- What needs to be done: Go through the data below. List every line that holds the word "filename".
########################################
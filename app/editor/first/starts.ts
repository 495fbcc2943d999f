/** What a paper can be begun from, as the page around the sheet knows it. */
export interface Starts {
  readonly all: readonly { readonly id: string; readonly words: string }[];
  /** The whole text and bibliography with a start in place of an empty body; null where it would take something away. */
  lay(id: string, text: string, author: string): { readonly text: string; readonly bibliography: string } | null;
}
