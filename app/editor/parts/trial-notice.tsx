import { Command, CommandLink } from "../../ui/index.ts";
import type { Desk } from "../live/desk.ts";

interface Props {
  readonly desk: Desk;
  /** Where a visitor may sign in; "" for one who is signed in. */
  readonly signIn: string;
  /** A parameter has another value than the paper's. */
  readonly tried: boolean;
}

/** For one who reads: parameters may be tried on this page, and nothing of it is kept. */
export function TrialNotice({ desk, signIn, tried }: Props) {
  return (
    <p className="hl-trial">
      Move the parameters as you like: everything follows on this page, and nothing is kept.
      {tried ? (
        <>
          {" "}
          <Command className="hl-small" onClick={() => desk.putBackAll()}>
            Put the paper’s values back
          </Command>
        </>
      ) : null}
      {signIn === "" ? null : (
        <>
          {" "}
          <CommandLink className="hl-small" to={signIn}>
            Sign in to write your own
          </CommandLink>
        </>
      )}
    </p>
  );
}
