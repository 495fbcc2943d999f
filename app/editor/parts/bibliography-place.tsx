import { useEffect, useRef, useState } from "react";
import { Command } from "../../ui/index.ts";
import type { Desk } from "../live/desk.ts";
import { Runs } from "./runs.tsx";
import { useDeskView } from "./use-desk-view.ts";

/** The place below the sheet where what is cited stands, as it will be printed, and its BibTeX. */
export function BibliographyPlace({ desk }: { readonly desk: Desk }) {
  const bibliography = useDeskView(desk, ({ model }) => model?.bibliography ?? null);
  const macros = useDeskView(desk, ({ model }) => model?.macros ?? null);
  const ready = useDeskView(desk, (view) => view.ready);
  const [open, setOpen] = useState(false);
  const source = useRef<HTMLDivElement>(null);
  useEffect(() => {
    if (!open || source.current === null) return;
    const view = desk.openBibliography(source.current);
    return () => view.destroy();
  }, [open, desk]);
  if (!ready || bibliography === null || macros === null) return null;
  return (
    <section className="hl-bibliography" id="bibliography" aria-label="Bibliography">
      <h2 className="hl-heading-2">
        Bibliography{" "}
        <Command className="hl-small" aria-expanded={open} onClick={() => setOpen(!open)}>
          {open ? "Put the BibTeX away" : "Show the BibTeX"}
        </Command>
      </h2>
      {bibliography.length === 0 ? <p className="hl-none">Nothing is cited yet.</p> : null}
      <ol className="hl-entries">
        {bibliography.map((entry) => (
          <li key={entry.key} value={entry.number}>
            <Runs runs={entry.runs} macros={macros} />
          </li>
        ))}
      </ol>
      {open ? <div ref={source} className="hl-bibtex" /> : null}
    </section>
  );
}
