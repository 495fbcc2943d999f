import { useSyncExternalStore } from "react";
import type { Desk, DeskView } from "../live/desk.ts";

/** Watches a part of what the desk shows; `choose` must give the same object while nothing has changed. */
export function useDeskView<T>(desk: Desk, choose: (view: DeskView) => T): T {
  return useSyncExternalStore(
    (onChange) => desk.store.watch(onChange),
    () => choose(desk.store.get()),
  );
}
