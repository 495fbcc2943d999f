import { useCallback } from "react";
import type { Run } from "../model/types.ts";
import { runs as setRuns } from "../text/contents.ts";

interface Props {
  readonly runs: readonly Run[];
  readonly macros: Readonly<Record<string, string>>;
  readonly className?: string;
}

/** Running text with mathematics and numbers, set by the same hand as in the text itself. */
export function Runs({ runs, macros, className }: Props) {
  const set = useCallback(
    (place: HTMLSpanElement | null) => place?.replaceChildren(setRuns(runs, macros)),
    [runs, macros],
  );
  return <span className={className} ref={set} />;
}
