import { Command, TailLine } from "../../ui/index.ts";
import { goToErratum } from "../keys/errata-walk.ts";
import type { Desk, DeskView } from "../live/desk.ts";
import { TO_RECOMPUTE } from "../live/desk-view.ts";
import type { CellFace, Erratum, SheetModel } from "../model/types.ts";
import { StrandsCommands } from "../strands/strands-commands.tsx";
import type { StrandWatch } from "../strands/watch.ts";
import { useDeskView } from "./use-desk-view.ts";
import { clock, counted, listed } from "./words.ts";

interface Props {
  readonly desk: Desk;
  readonly writes: boolean;
  readonly strands: StrandWatch | null;
}

/** The tail line: what is kept, what is out of date or failed, and what was refused. */
export function SheetTail({ desk, writes, strands }: Props) {
  return (
    <TailLine
      left={<KeptWords desk={desk} writes={writes} />}
      middle={<Errata desk={desk} writes={writes} />}
      right={
        <>
          <Notice desk={desk} />
          {strands === null ? null : <StrandsCommands desk={desk} watch={strands} />}
        </>
      }
    />
  );
}

function KeptWords({ desk, writes }: Pick<Props, "desk" | "writes">) {
  return <span className="hl-kept">{useDeskView(desk, (view) => keptWords(view, writes))}</span>;
}

function Notice({ desk }: Pick<Props, "desk">) {
  const notice = useDeskView(desk, (view) => view.notice);
  if (notice === null) return null;
  const { words, amiss, offer } = notice;
  return (
    <span className={amiss ? "hl-amiss" : ""}>
      {words} {offer === undefined ? null : <Command onClick={offer.act}>{offer.name}</Command>}{" "}
    </span>
  );
}

/** "All changes kept, 14:32": said only when the server has committed all that was written here. */
export function keptWords(
  { connection, kept, ready }: Pick<DeskView, "connection" | "kept" | "ready">,
  writes: boolean,
): string {
  if (connection.state === "away") {
    const since = `No connection since ${clock(connection.since)}.`;
    return writes ? `${since} Your words are kept on this machine; recomputing waits.` : since;
  }
  if (connection.state === "closed") return "Not joined";
  if (connection.state === "still") return "Nothing is kept";
  if (connection.state === "joining" || !ready) return "Joining";
  if (!writes) return "To read";
  if (!kept.all) return "Keeping";
  return kept.at === null ? "All changes kept" : `All changes kept, ${clock(kept.at)}`;
}

function Errata({ desk, writes }: Pick<Props, "desk" | "writes">) {
  // As words: where the errata stand moves with each keystroke above them, and what is said of them does not.
  const told = useDeskView(desk, ({ model }) => (model === null ? "" : toldOf(model)));
  if (told === "") return null;
  const { count, words, working, due }: Told = JSON.parse(told);
  if (count === 0 && working === 0 && !due) return <span>Errata none</span>;
  const next = () => {
    if (desk.view !== null) goToErratum({ desk, view: desk.view }, 1);
  };
  return (
    <span className="hl-errata">
      {count === 0 ? null : (
        <button type="button" className="hl-errata-count" onClick={next} title="Go to the next">
          Errata {count}
        </button>
      )}
      <span className="hl-errata-words">{words}</span>
      {working > 0 ? <span>{counted(working, "cell")} being computed</span> : null}
      {writes && working > 0 ? (
        <Command className="hl-cancel-all" onClick={() => desk.cancelAll()}>
          Cancel
        </Command>
      ) : null}
      {writes && due ? <Command onClick={() => desk.recomputeAll()}>Recompute all</Command> : null}
    </span>
  );
}

interface Told {
  readonly count: number;
  readonly words: string;
  /** Cells under way. */
  readonly working: number;
  /** Something can be recomputed. */
  readonly due: boolean;
}

function toldOf({ errata, cells }: SheetModel): string {
  const told: Told = {
    count: errata.length,
    words: errataWords(errata),
    working: cells.filter((cell) => isUnderWay(cell, cells)).length,
    due: cells.some((cell) => cell.sound && TO_RECOMPUTE.has(cell.state)),
  };
  return JSON.stringify(told);
}

/** Being computed, or in the queue behind what is. A cell that waits for a failed one waits for a person. */
export function isUnderWay(cell: CellFace, cells: readonly CellFace[]): boolean {
  if (cell.state === "computing") return true;
  if (cell.state !== "waiting") return false;
  const needed = cell.needs === null ? undefined : cells.find(({ slot }) => slot === cell.needs?.slot);
  return (
    needed === undefined || (needed.state !== "failed" && (needed.state !== "waiting" || isUnderWay(needed, cells)))
  );
}

/** "Table 1 and 2 numbers in line 41 are out of date". */
export function errataWords(errata: readonly Erratum[]): string {
  const stale = errata.filter(({ mark }) => mark === "†");
  const failed = errata.filter(({ mark }) => mark === "‡");
  const sentences = [
    ...(stale.length === 0 ? [] : [`${things(stale)} ${stale.length === 1 ? "is" : "are"} out of date`]),
    ...(failed.length === 0 ? [] : [`${things(failed)} to be mended`]),
  ];
  return sentences.join("; ");
}

/** How many cells are named one by one. */
const NAMED = 3;

function things(errata: readonly Erratum[]): string {
  const cells = [...new Set(errata.filter(({ what }) => what === "cell").map(({ title }) => title))];
  const numbers = errata.filter(({ what }) => what === "number");
  const problems = errata.filter(({ what }) => what === "problem");
  const lines = [...new Set(numbers.map(({ line }) => line))];
  const where = lines.length === 1 ? ` in line ${lines[0]}` : "";
  return listed([
    ...(cells.length > NAMED ? [counted(cells.length, "cell")] : cells),
    ...(numbers.length === 0 ? [] : [`${counted(numbers.length, "number")}${where}`]),
    ...(problems.length === 0
      ? []
      : problems.length === 1
        ? [`line ${problems[0]?.line}`]
        : [counted(problems.length, "line")]),
  ]);
}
########################################
- Solution for this exercise:
filename app/editor/first/starts.ts
filename app/editor/parts/trial-notice.tsx
filename app/editor/parts/bibliography-place.tsx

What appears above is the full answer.